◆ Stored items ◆
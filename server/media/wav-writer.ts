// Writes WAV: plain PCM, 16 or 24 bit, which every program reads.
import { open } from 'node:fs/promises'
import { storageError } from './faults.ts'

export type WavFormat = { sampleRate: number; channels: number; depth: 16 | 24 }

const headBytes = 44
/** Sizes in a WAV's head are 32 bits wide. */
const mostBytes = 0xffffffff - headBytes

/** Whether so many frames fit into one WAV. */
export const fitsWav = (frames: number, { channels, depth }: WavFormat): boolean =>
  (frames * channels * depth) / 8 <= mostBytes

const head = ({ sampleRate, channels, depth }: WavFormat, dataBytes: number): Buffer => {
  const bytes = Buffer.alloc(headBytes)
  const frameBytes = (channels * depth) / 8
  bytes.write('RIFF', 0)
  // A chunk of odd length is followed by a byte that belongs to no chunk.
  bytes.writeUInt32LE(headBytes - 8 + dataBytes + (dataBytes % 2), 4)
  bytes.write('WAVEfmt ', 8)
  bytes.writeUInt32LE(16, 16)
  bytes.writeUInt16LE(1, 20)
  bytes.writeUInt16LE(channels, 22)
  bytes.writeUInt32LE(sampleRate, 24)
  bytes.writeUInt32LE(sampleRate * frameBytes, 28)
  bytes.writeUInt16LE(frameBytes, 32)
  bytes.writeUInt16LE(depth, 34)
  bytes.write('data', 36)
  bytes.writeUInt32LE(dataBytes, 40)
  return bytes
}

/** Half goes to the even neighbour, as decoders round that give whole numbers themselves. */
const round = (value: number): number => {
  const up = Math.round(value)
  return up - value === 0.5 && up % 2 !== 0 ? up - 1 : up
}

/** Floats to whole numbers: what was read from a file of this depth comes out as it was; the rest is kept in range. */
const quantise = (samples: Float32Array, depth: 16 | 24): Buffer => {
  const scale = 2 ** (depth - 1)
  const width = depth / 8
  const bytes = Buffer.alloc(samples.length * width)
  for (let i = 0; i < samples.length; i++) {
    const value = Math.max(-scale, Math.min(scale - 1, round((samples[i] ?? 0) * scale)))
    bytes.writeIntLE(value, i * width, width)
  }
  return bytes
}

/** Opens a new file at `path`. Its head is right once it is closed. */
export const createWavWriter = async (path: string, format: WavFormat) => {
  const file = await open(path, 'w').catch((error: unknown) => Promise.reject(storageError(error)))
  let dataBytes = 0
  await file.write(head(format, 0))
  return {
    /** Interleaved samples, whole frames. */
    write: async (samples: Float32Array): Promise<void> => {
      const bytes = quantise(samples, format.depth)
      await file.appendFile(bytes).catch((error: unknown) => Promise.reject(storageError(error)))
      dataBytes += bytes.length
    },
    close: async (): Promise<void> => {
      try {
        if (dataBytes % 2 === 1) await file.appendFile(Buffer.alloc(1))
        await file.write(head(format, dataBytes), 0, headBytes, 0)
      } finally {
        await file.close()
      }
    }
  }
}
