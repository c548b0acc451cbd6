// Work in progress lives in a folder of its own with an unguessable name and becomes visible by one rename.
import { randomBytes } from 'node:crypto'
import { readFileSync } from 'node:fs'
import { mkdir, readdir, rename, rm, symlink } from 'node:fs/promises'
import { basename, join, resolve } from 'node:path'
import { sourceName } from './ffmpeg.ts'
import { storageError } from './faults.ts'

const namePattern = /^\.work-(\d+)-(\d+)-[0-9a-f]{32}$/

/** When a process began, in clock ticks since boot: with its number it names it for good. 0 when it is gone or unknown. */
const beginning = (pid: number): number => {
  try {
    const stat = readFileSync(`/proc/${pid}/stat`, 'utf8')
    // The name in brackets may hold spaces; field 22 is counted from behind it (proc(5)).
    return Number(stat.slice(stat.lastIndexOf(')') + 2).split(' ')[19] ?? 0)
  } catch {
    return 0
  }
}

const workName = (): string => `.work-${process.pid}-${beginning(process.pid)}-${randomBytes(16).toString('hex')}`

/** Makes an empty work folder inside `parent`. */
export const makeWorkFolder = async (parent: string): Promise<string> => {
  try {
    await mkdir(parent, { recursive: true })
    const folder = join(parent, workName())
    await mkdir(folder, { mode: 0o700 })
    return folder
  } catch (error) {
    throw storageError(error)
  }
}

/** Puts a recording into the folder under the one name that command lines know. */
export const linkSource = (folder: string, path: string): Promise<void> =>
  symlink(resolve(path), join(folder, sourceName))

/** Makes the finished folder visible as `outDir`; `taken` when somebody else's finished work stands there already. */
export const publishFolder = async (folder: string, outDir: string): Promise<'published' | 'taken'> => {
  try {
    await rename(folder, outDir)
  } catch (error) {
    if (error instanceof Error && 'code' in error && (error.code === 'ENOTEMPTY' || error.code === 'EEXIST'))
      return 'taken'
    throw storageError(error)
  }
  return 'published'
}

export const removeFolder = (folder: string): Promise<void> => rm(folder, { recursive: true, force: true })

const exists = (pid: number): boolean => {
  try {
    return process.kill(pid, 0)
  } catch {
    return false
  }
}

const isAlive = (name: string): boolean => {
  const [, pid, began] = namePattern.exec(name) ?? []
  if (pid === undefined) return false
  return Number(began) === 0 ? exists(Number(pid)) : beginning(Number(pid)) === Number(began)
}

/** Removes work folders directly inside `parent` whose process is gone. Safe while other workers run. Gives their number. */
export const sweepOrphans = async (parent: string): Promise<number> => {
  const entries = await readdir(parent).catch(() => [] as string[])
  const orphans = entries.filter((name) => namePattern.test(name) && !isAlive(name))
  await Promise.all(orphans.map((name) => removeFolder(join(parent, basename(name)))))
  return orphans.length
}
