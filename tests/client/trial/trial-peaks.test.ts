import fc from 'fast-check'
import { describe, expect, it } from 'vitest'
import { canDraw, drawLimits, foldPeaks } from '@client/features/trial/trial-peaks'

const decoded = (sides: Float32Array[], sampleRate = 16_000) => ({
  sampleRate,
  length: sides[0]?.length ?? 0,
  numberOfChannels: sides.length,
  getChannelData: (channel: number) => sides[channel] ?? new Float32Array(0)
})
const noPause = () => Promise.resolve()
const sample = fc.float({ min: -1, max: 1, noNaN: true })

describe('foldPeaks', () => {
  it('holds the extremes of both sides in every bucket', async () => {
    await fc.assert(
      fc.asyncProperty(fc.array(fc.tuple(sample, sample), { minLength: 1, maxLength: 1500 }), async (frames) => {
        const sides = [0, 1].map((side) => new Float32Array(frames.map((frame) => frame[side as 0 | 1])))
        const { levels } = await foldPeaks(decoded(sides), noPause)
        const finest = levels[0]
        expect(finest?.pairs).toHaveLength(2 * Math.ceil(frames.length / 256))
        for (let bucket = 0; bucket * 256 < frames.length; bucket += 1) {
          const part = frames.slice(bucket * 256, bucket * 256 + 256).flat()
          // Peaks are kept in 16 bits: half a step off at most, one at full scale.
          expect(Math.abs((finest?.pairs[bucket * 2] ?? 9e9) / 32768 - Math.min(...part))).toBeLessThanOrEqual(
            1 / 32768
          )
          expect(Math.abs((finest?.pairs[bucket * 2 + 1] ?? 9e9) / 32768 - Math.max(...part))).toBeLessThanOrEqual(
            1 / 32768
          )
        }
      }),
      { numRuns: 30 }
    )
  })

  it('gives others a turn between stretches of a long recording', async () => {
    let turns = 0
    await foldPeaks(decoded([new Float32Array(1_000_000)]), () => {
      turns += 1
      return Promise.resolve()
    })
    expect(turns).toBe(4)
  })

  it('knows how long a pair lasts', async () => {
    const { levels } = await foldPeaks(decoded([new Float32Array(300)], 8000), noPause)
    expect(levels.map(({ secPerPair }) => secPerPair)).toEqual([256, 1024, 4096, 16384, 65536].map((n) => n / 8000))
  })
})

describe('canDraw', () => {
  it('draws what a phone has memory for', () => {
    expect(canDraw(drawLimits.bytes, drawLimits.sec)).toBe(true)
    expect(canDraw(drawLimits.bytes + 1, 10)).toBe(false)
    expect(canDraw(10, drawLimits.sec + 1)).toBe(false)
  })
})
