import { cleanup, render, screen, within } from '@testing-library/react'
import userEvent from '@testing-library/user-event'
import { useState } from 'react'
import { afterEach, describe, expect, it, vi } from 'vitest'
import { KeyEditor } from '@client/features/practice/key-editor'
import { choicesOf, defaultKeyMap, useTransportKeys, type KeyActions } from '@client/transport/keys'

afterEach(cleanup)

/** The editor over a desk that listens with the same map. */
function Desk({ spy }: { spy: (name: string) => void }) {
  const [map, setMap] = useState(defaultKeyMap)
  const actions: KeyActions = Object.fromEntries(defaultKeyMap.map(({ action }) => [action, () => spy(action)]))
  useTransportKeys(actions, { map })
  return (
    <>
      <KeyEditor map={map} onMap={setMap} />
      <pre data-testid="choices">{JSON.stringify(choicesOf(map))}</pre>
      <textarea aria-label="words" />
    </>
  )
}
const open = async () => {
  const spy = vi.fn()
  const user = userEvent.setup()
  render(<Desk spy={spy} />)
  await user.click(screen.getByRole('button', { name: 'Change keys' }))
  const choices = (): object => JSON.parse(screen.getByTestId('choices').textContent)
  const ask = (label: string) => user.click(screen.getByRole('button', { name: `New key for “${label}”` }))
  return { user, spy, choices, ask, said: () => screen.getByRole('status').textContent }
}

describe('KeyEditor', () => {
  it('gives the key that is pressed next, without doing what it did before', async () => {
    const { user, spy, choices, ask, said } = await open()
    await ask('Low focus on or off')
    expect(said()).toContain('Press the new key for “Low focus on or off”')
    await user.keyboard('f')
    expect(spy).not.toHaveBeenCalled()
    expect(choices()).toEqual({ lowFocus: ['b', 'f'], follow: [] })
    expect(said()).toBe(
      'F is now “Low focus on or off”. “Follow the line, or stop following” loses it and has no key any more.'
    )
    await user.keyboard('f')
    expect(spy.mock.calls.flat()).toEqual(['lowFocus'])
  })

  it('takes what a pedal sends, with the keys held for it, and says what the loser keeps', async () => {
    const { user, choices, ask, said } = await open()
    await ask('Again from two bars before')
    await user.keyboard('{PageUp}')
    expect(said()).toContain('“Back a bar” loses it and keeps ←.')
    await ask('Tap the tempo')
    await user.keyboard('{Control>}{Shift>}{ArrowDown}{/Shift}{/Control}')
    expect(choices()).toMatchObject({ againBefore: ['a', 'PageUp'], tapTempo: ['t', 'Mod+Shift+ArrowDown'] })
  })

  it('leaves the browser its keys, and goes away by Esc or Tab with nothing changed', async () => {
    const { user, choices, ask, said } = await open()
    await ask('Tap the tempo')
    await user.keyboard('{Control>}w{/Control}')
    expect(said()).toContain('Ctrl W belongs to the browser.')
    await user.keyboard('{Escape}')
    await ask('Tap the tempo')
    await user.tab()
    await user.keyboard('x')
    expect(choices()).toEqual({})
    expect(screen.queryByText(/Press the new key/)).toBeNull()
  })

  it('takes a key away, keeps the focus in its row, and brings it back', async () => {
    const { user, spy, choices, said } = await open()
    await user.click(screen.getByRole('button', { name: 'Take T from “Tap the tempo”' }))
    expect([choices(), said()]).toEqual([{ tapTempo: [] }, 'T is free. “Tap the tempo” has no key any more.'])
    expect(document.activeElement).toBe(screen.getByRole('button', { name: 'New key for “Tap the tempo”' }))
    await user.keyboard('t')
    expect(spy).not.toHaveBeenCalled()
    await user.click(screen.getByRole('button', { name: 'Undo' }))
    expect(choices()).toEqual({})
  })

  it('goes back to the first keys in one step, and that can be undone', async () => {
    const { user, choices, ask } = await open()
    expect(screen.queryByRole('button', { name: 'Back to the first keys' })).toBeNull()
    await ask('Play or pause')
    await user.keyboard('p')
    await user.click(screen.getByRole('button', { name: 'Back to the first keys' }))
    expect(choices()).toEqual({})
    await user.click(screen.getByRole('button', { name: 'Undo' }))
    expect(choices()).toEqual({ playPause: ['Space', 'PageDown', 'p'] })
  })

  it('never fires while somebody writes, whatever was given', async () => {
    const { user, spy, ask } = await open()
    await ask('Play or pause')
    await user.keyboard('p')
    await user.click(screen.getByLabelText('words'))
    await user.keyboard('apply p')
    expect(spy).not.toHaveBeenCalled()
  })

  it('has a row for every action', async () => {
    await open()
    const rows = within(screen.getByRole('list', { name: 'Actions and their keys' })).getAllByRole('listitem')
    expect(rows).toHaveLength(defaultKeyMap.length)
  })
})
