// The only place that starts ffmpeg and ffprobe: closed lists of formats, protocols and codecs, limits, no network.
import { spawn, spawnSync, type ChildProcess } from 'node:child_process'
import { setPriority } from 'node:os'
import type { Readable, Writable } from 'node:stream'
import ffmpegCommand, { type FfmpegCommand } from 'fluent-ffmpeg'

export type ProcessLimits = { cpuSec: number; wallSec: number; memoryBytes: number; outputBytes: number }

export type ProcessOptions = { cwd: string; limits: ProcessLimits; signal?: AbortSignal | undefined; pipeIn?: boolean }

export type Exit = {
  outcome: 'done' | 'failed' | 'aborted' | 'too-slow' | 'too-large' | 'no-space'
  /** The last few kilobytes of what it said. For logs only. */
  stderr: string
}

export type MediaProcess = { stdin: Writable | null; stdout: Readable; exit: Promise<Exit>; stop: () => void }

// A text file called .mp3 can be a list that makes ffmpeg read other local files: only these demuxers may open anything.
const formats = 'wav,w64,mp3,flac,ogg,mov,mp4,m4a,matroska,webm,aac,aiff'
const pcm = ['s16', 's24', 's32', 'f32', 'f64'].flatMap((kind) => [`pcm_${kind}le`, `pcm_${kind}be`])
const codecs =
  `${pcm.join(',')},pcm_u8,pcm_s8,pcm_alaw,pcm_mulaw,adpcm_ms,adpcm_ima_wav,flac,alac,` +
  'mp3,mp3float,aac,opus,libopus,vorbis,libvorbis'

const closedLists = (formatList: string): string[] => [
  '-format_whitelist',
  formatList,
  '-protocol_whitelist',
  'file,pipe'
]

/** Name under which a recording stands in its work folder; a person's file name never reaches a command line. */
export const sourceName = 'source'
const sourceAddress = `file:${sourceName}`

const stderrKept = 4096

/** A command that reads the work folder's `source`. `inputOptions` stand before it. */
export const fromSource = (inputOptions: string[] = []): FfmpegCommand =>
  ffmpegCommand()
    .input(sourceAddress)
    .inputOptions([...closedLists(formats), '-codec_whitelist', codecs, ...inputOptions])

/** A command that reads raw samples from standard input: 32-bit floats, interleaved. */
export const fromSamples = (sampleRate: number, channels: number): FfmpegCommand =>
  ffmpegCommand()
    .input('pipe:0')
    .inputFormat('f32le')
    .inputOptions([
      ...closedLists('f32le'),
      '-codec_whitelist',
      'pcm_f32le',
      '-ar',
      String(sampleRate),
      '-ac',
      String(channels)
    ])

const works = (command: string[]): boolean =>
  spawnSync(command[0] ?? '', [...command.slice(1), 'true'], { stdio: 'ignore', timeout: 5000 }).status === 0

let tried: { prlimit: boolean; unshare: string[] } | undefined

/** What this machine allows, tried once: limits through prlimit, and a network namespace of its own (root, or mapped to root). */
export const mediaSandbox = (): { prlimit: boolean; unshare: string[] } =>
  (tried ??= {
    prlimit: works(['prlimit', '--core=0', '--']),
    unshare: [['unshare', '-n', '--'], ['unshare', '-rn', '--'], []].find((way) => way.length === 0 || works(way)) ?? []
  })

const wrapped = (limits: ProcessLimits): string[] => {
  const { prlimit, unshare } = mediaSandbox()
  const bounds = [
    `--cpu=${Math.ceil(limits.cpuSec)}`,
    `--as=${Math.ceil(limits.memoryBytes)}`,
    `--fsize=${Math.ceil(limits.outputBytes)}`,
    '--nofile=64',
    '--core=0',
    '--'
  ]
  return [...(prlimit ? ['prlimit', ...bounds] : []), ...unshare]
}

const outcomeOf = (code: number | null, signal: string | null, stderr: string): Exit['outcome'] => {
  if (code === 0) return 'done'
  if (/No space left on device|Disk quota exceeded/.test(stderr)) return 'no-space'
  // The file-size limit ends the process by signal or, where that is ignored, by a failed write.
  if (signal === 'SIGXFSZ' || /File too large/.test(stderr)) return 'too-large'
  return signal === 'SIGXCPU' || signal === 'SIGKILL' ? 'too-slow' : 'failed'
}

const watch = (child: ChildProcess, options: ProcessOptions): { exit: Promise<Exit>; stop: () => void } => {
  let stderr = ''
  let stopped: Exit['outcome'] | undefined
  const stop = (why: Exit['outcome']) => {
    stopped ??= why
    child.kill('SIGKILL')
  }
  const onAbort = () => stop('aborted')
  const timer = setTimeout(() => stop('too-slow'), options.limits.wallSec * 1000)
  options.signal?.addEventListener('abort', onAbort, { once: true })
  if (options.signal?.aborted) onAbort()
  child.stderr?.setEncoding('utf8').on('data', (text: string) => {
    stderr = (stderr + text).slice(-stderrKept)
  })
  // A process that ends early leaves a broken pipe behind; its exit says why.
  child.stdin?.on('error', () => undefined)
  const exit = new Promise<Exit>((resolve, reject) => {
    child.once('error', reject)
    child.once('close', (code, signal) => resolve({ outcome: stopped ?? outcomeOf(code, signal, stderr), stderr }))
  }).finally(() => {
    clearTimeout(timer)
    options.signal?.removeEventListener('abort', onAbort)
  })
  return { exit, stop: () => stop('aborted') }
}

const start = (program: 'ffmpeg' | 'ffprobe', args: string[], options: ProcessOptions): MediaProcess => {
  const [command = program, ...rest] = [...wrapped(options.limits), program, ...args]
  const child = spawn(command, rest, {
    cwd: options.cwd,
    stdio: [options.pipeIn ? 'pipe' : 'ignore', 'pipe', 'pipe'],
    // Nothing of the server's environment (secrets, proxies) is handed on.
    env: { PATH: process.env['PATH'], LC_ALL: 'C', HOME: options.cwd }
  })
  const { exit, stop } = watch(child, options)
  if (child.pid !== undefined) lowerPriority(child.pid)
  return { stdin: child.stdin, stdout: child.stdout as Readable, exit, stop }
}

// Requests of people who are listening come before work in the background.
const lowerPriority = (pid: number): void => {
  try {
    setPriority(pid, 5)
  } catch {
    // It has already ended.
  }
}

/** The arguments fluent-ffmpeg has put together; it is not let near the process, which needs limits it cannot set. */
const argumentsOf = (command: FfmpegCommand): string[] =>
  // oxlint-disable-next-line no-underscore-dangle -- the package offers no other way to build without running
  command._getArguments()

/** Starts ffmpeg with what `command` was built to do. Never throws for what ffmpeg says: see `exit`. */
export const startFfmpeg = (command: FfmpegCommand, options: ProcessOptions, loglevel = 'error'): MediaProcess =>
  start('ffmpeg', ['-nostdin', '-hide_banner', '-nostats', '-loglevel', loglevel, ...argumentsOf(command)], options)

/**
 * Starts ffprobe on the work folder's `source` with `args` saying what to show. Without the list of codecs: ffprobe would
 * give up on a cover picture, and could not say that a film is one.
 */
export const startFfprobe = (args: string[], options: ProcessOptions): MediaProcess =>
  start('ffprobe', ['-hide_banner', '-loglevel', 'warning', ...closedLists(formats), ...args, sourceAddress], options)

◆ AIM OF THE EXERCISE ◆
Pull out all lines from the entries above that include the word "KeyActions".

◆ RESPONSE AREA ◆
import { choicesOf, defaultKeyMap, useTransportKeys, type KeyActions } from '@client/transport/keys'
  const actions: KeyActions = Object.fromEntries(defaultKeyMap.map(({ action }) => [action, () => spy(action)]))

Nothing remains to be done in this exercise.